Dissipation induced Luttinger liquid correlations in a one dimensional Fermi gas

TL;DR

This paper investigates how dissipation affects a one-dimensional Fermi gas, revealing that dissipation induces Luttinger liquid correlations and alters information spreading and entropy growth.

Contribution

It demonstrates that dissipation leads to Luttinger liquid behavior in a Fermi gas, with unique decay laws and modified information velocity, expanding understanding of open quantum systems.

Findings

Dissipation causes a transition to Luttinger liquid correlations.

The information spreading velocity is set by dissipation, not excitation propagation.

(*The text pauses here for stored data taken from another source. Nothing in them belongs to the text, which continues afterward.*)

/* Within one standard and size every class has one od; walls grow from
 * lighter to heavier classes. */
static void test_walls_ordered(void **state)
{
    (void)state;
    static const struct { PipeStandardId s; const char *lighter, *heavier; } order[] = {
        {PIPE_ASME_B36_10M, "10", "40"},   {PIPE_ASME_B36_10M, "40", "80"},
        {PIPE_ASME_B36_10M, "80", "160"},  {PIPE_ASME_B36_10M, "STD", "XS"},
        {PIPE_ASTM_D1785, "40", "80"},     {PIPE_ASTM_F441, "40", "80"},
        {PIPE_ASTM_D2241, "SDR 32.5", "SDR 26"}, {PIPE_ASTM_D2241, "SDR 26", "SDR 21"},
        {PIPE_ASTM_B88, "M", "L"},         {PIPE_ASTM_B88, "L", "K"},
    };
    size_t pairs = 0;
    for (size_t k = 0; k < sizeof order / sizeof order[0]; k++)
        for (size_t i = 0; i < pipe_row_count(); i++) {
            const PipeRow *a = pipe_row(i);
            if (a->standard != order[k].s || strcmp(a->cls, order[k].lighter) || a->wall_in <= 0)
                continue;
            for (size_t j = 0; j < pipe_row_count(); j++) {
                const PipeRow *b = pipe_row(j);
                if (b->standard != a->standard || strcmp(b->nps, a->nps) ||
                    strcmp(b->cls, order[k].heavier) || b->wall_in <= 0)
                    continue;
                assert_close(b->od_in, a->od_in, 0);
                /* SDR 32.5 and 26 share the 0.060 in floor at the small sizes. */
                assert_true(b->wall_in > a->wall_in ||
                            (a->standard == PIPE_ASTM_D2241 && b->wall_in == 0.060));
                pairs++;
            }
        }
    assert_true(pairs > 100);
}

/* ASME B36.10M: STD equals schedule 40 through NPS 10 and XS equals
 * schedule 80 through NPS 8; above that STD is 0.375 in and XS 0.500 in
 * (the standard's table, from memory). */
static void test_steel_std_xs(void **state)
{
    (void)state;
    const PipeStandard *s = pipe_standard(PIPE_ASME_B36_10M);
    static const double sizes[] = {0.125, 0.25, 0.375, 0.5, 0.75, 1, 1.25, 1.5, 2, 2.5, 3,
                                   3.5, 4, 5, 6, 8, 10, 12, 14, 16, 18, 20, 24};
    for (size_t i = 0; i < sizeof sizes / sizeof sizes[0]; i++) {
        PipeDims std, xs, s40, s80;
        assert_int_equal(pipe_lookup(s, sizes[i], "STD", &std), PIPE_OK);
        assert_int_equal(pipe_lookup(s, sizes[i], "XS", &xs), PIPE_OK);
        assert_int_equal(pipe_lookup(s, sizes[i], "40", &s40), PIPE_OK);
        assert_int_equal(pipe_lookup(s, sizes[i], "80", &s80), PIPE_OK);
        if (sizes[i] <= 10)
            assert_close(std.wall, s40.wall, 0);
        else
            assert_close(std.wall, 0.375 * IN, 1e-15);
        if (sizes[i] <= 8)
            assert_close(xs.wall, s80.wall, 0);
        else
            assert_close(xs.wall, 0.500 * IN, 1e-15);
    }
}

/* Bores printed in the standards' tables (from memory), to the printed
 * 0.001 in: ASME B36.10M and the Copper Tube Handbook's ASTM B88 table. */
static void test_published_bores(void **state)
{
    (void)state;
    static const struct { PipeStandardId s; const char *nps, *cls; double id_in; } rows[] = {
        {PIPE_ASME_B36_10M, "1/2", "40", 0.622},  {PIPE_ASME_B36_10M, "3/4", "40", 0.824},
        {PIPE_ASME_B36_10M, "1", "40", 1.049},    {PIPE_ASME_B36_10M, "1-1/2", "40", 1.610},
        {PIPE_ASME_B36_10M, "2", "40", 2.067},    {PIPE_ASME_B36_10M, "3", "40", 3.068},
        {PIPE_ASME_B36_10M, "4", "40", 4.026},    {PIPE_ASME_B36_10M, "6", "40", 6.065},
        {PIPE_ASME_B36_10M, "8", "40", 7.981},    {PIPE_ASME_B36_10M, "12", "STD", 12.000},
        {PIPE_ASME_B36_10M, "2", "80", 1.939},    {PIPE_ASME_B36_10M, "4", "80", 3.826},
        {PIPE_ASME_B36_10M, "6", "10", 6.357},    {PIPE_ASME_B36_10M, "2", "160", 1.687},
        {PIPE_ASTM_B88, "1/2", "K", 0.527},       {PIPE_ASTM_B88, "1/2", "L", 0.545},
        {PIPE_ASTM_B88, "1/2", "M", 0.569},       {PIPE_ASTM_B88, "3/4", "L", 0.785},
        {PIPE_ASTM_B88, "3/4", "M", 0.811},       {PIPE_ASTM_B88, "1", "K", 0.995},
        {PIPE_ASTM_B88, "1", "L", 1.025},         {PIPE_ASTM_B88, "1", "M", 1.055},
        {PIPE_ASTM_B88, "1-1/4", "L", 1.265},     {PIPE_ASTM_B88, "1-1/2", "L", 1.505},
        {PIPE_ASTM_B88, "2", "K", 1.959},         {PIPE_ASTM_B88, "2", "L", 1.985},
        {PIPE_ASTM_B88, "3", "L", 2.945},         {PIPE_ASTM_B88, "4", "L", 3.905},
        {PIPE_ASTM_B88, "6", "K", 5.741},         {PIPE_ASTM_B88, "6", "L", 5.845},
        {PIPE_ASTM_B88, "6", "M", 5.881},         {PIPE_ASTM_B88, "1/4", "L", 0.315},
    };
    for (size_t i = 0; i < sizeof rows / sizeof rows[0]; i++) {
        double nps;
        PipeDims d;
        assert_true(pipe_size_parse(rows[i].nps, &nps));
        assert_int_equal(pipe_lookup(pipe_standard(rows[i].s), nps, rows[i].cls, &d), PIPE_OK);
        assert_close(d.id / IN, rows[i].id_in, 0.0005);
    }
}

/* ASTM B88: od = nominal + 1/8 in for every size (a rule of the standard).
 * ASTM F876: CTS od, the same rule, and minimum wall = od/9 rounded to
 * 0.001 in, not less than 0.070 in (the standard's SDR 9 table, from
 * memory). ASTM D2241: wall = od/SDR, floor 0.060 in, within 0.0015 in
 * (the printed walls sit up to 0.0011 in from od/SDR: NPS 12 SDR 21 is
 * printed 0.606 in against 12.75/21 = 0.6071 in). */
static void test_rules_of_the_standards(void **state)
{
    (void)state;
    size_t cu = 0, pex = 0, sdr = 0;
    for (size_t i = 0; i < pipe_row_count(); i++) {
        const PipeRow *r = pipe_row(i);
        if (r->wall_in <= 0)
            continue;
        double nps;
        assert_true(pipe_size_parse(r->nps, &nps));
        if (r->standard == PIPE_ASTM_B88) {
            assert_close(r->od_in, nps + 0.125, 1e-12);
            cu++;
        } else if (r->standard == PIPE_ASTM_F876) {
            assert_close(r->od_in, nps + 0.125, 1e-12);
            assert_close(r->wall_in, fmax(r->od_in / 9.0, 0.070), 0.0005);
            pex++;
        } else if (r->standard == PIPE_ASTM_D2241) {
            double ratio = strtod(r->cls + 4, NULL);
            assert_close(r->wall_in, fmax(r->od_in / ratio, 0.060), 0.0015);
            sdr++;
        }
    }
    assert_int_equal(cu, 15 * 3 - 2);   /* no type M at 1/4 and 5/8 */
    assert_int_equal(pex, 10);
    assert_int_equal(sdr, 14 + 13 + 11);   /* SDR 21 from 3/4, 26 from 1, 32.5 from 1-1/2 */
}

static void test_pex_rows(void **state)
{
    (void)state;
    /* ASTM F876 SDR 9 minimum walls, in (from memory). */
    static const struct { double nps, od, wall; } rows[] = {
        {0.375, 0.500, 0.070}, {0.5, 0.625, 0.070}, {0.75, 0.875, 0.097}, {1, 1.125, 0.125},
        {1.25, 1.375, 0.153}, {1.5, 1.625, 0.181}, {2, 2.125, 0.236}, {3, 3.125, 0.347},
    };
    const PipeStandard *s = pipe_standard(PIPE_ASTM_F876);
    for (size_t i = 0; i < sizeof rows / sizeof rows[0]; i++) {
        PipeDims d;
        assert_int_equal(pipe_lookup(s, rows[i].nps, "SDR 9", &d), PIPE_OK);
        assert_close(d.od / IN, rows[i].od, 1e-12);
        assert_close(d.wall / IN, rows[i].wall, 1e-12);
        assert_true(d.sdr_nominal);
        assert_close(d.sdr, 9.0, 0);
    }
}

static void test_lookup_errors(void **state)
{
    (void)state;
    PipeDims d;
    const PipeStandard *steel = pipe_standard(PIPE_ASME_B36_10M);
    const PipeStandard *cu = pipe_standard(PIPE_ASTM_B88);
    assert_int_equal(pipe_lookup(NULL, 2, "40", &d), PIPE_UNKNOWN_STANDARD);
    assert_int_equal(pipe_lookup(cu, 7, "L", &d), PIPE_UNKNOWN_SIZE);
    assert_int_equal(pipe_lookup(steel, 2.2, "40", &d), PIPE_UNKNOWN_SIZE);
    assert_int_equal(pipe_lookup(steel, 0, "40", &d), PIPE_BAD_SIZE);
    assert_int_equal(pipe_lookup(steel, NAN, "40", &d), PIPE_BAD_SIZE);
    assert_int_equal(pipe_lookup(steel, 2, "XXS", &d), PIPE_UNKNOWN_CLASS);
    assert_int_equal(pipe_lookup(steel, 2, "K", &d), PIPE_UNKNOWN_CLASS);
    assert_int_equal(pipe_lookup(steel, 0.25, "160", &d), PIPE_NOT_IN_CLASS);
    assert_int_equal(pipe_lookup(steel, 3.5, "160", &d), PIPE_NOT_IN_CLASS);
    assert_int_equal(pipe_lookup(cu, 0.25, "M", &d), PIPE_NOT_IN_CLASS);
    assert_int_equal(pipe_lookup(pipe_standard(PIPE_ASTM_D2241), 0.75, "SDR 26", &d),
                     PIPE_NOT_IN_CLASS);

    char buf[512];
    pipe_classes_list(pipe_standard(PIPE_ASTM_D2241), buf, sizeof buf);
    assert_string_equal(buf, "\"SDR 21\", \"SDR 26\", \"SDR 32.5\"");
    pipe_sizes_list(cu, "M", buf, sizeof buf);
    assert_string_equal(buf, "3/8, 1/2, 3/4, 1, 1-1/4, 1-1/2, 2, 2-1/2, 3, 3-1/2, 4, 5, 6");
    pipe_standards_list(buf, sizeof buf);
    assert_non_null(strstr(buf, "\"ASTM F876\""));
    char tiny[8];
    pipe_sizes_list(steel, NULL, tiny, sizeof tiny);   /* truncates, stays a string */
    assert_true(strlen(tiny) < sizeof tiny);
}

/* Material data carried by a pipe: roughness from the table, E with its
 * source (values as tabulated in pipes.c). */
static void test_material_data(void **state)
{
    (void)state;
    PipeDims d;
    assert_int_equal(pipe_lookup(pipe_standard(PIPE_ASME_B36_10M), 2, "40", &d), PIPE_OK);
    assert_close(d.roughness, 0.00015 * FT, 1e-18);
    assert_close(d.E, 29.0e6 * PSI, 1.0);
    assert_close(d.E / 1e9, 200.0, 0.1);
    assert_close(d.sdr, 2.375 / 0.154, 1e-12);
    assert_false(d.sdr_nominal);
    assert_int_equal(pipe_lookup(pipe_standard(PIPE_ASTM_B88), 1, "L", &d), PIPE_OK);
    assert_close(d.roughness, 0.000005 * FT, 1e-18);
    assert_close(d.E / 1e9, 117.2, 0.1);
    assert_int_equal(pipe_lookup(pipe_standard(PIPE_ASTM_D1785), 4, "40", &d), PIPE_OK);
    assert_close(d.E / 1e9, 2.758, 0.001);
    assert_close(d.sdr, 4.5 / 0.237, 1e-12);
    assert_string_equal(d.std->material, "PVC");
    assert_string_equal(d.std->wall_basis, "minimum wall");
    /* every standard names a roughness row by its canonical name */
    for (int i = 0; i < PIPE_STANDARD_COUNT; i++) {
        const RoughnessRow *row = NULL;
        const PipeStandard *s = pipe_standard((PipeStandardId)i);
        assert_int_equal(roughness_lookup(s->roughness_of, &row), ROUGHNESS_OK);
        assert_string_equal(row->name, s->roughness_of);
        assert_true(s->E > 1e8 && strlen(s->E_source) > 20);
    }
}

static void test_nps_from_bore(void **state)
{
    (void)state;
    assert_close(pipe_nps_from_sch40_bore(2.067 * IN), 2.0, 1e-12);
    assert_close(pipe_nps_from_sch40_bore(0.622 * IN), 0.5, 1e-12);
    /* halfway between the 2 and 2-1/2 bores */
    assert_close(pipe_nps_from_sch40_bore((2.067 + 2.469) / 2 * IN), 2.25, 1e-12);
    assert_true(pipe_nps_from_sch40_bore(0.05 * IN) > 0);
    assert_true(pipe_nps_from_sch40_bore(30 * IN) > 24);
}

/* ---- roughness table (Moody 1944, Fig. 2, values in ft) -------------------- */

static void test_roughness(void **state)
{
    (void)state;
    static const struct { const char *name; double ft; } rows[] = {
        {"steel", 0.00015},          {"Commercial Steel", 0.00015}, {"wrought iron", 0.00015},
        {"galvanized", 0.0005},      {"galvanised", 0.0005},        {"GALVANISED STEEL", 0.0005},
        {"cast iron", 0.00085},      {"asphalted cast iron", 0.0004}, {"drawn tubing", 0.000005},
        {"copper", 0.000005},        {"PVC", 0.000005},             {"plastic", 0.000005},
        {"concrete", 0.001},         {"ductile iron cement-lined", 0.001},
    };
    for (size_t i = 0; i < sizeof rows / sizeof rows[0]; i++) {
        const RoughnessRow *r;
        assert_int_equal(roughness_lookup(rows[i].name, &r), ROUGHNESS_OK);
        assert_close(r->eps, rows[i].ft * FT, 1e-18);
        assert_true(strlen(r->source) > 10);
    }
    const RoughnessRow *r;
    assert_int_equal(roughness_lookup("unobtainium", &r), ROUGHNESS_UNKNOWN);
    assert_int_equal(roughness_lookup("", &r), ROUGHNESS_UNKNOWN);
    char buf[512];
    roughness_list(buf, sizeof buf);
    assert_non_null(strstr(buf, "\"concrete\""));
    assert_non_null(strstr(buf, "\"commercial steel\""));
}

/* ---- the calc functions ------------------------------------------------- */

typedef struct Harness {
    Arena arena;
    DiagList diags;
    CallCtx cx;
    Value args[3];
    Pos pos[3];
    CallArgs a;
} Harness;

static void harness_init(Harness *h, const char *name, size_t n)
{
    memset(h, 0, sizeof *h);
    arena_init(&h->arena);
    h->cx.arena = &h->arena;
    h->cx.diags = &h->diags;
    h->cx.units = UNITS_US;
    for (size_t i = 0; i < 3; i++)
        h->pos[i] = (Pos){"t.calc.md", 7, (int)(10 * (i + 1))};
    h->a = (CallArgs){.n = n, .args = h->args, .arg_pos = h->pos, .pos = {"t.calc.md", 7, 5},
                      .name = name};
}

static void harness_free(Harness *h)
{
    diag_free(&h->diags);
    arena_free(&h->arena);
}

static const Value *field(const Value *v, const char *name)
{
    assert_int_equal(v->kind, VAL_RECORD);
    const Value *f = record_get(v->rec, name);
    assert_non_null(f);
    return f;
}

Entropy initially grows as -t ln t and saturates to an extensive value.

Abstract

We study a one-dimensional Fermi gas in the presence of dissipative coupling to environment through the Lindblad equation. The dissipation involves energy exchange with the environment and favours the relaxation of electrons to excitations. After switching on the dissipation, the system approaches a steady state, which is described by a generalized Gibbs ensemble. The fermionic single particle density matrix resembles deceivingly to that in a hermitian interaction quench. It decays inversely with the distance for short times due to the fermionic correlations in the initial state, which changes into a non-integer power law decay for late times, representing dissipation induced Luttinger liquid behaviour. However, the crossover between the two regions occurs due to dissipation induced damping, and is unrelated to the propagation of excitations. The velocity of information spreading is set by the dissipative coupling, and differs significantly from the original sound velocity. The thermodynamic entropy grows as $-t\ln t$ initially, and saturates to an extensive value. Our results can be tested experimentally in one-dimensional Dirac systems.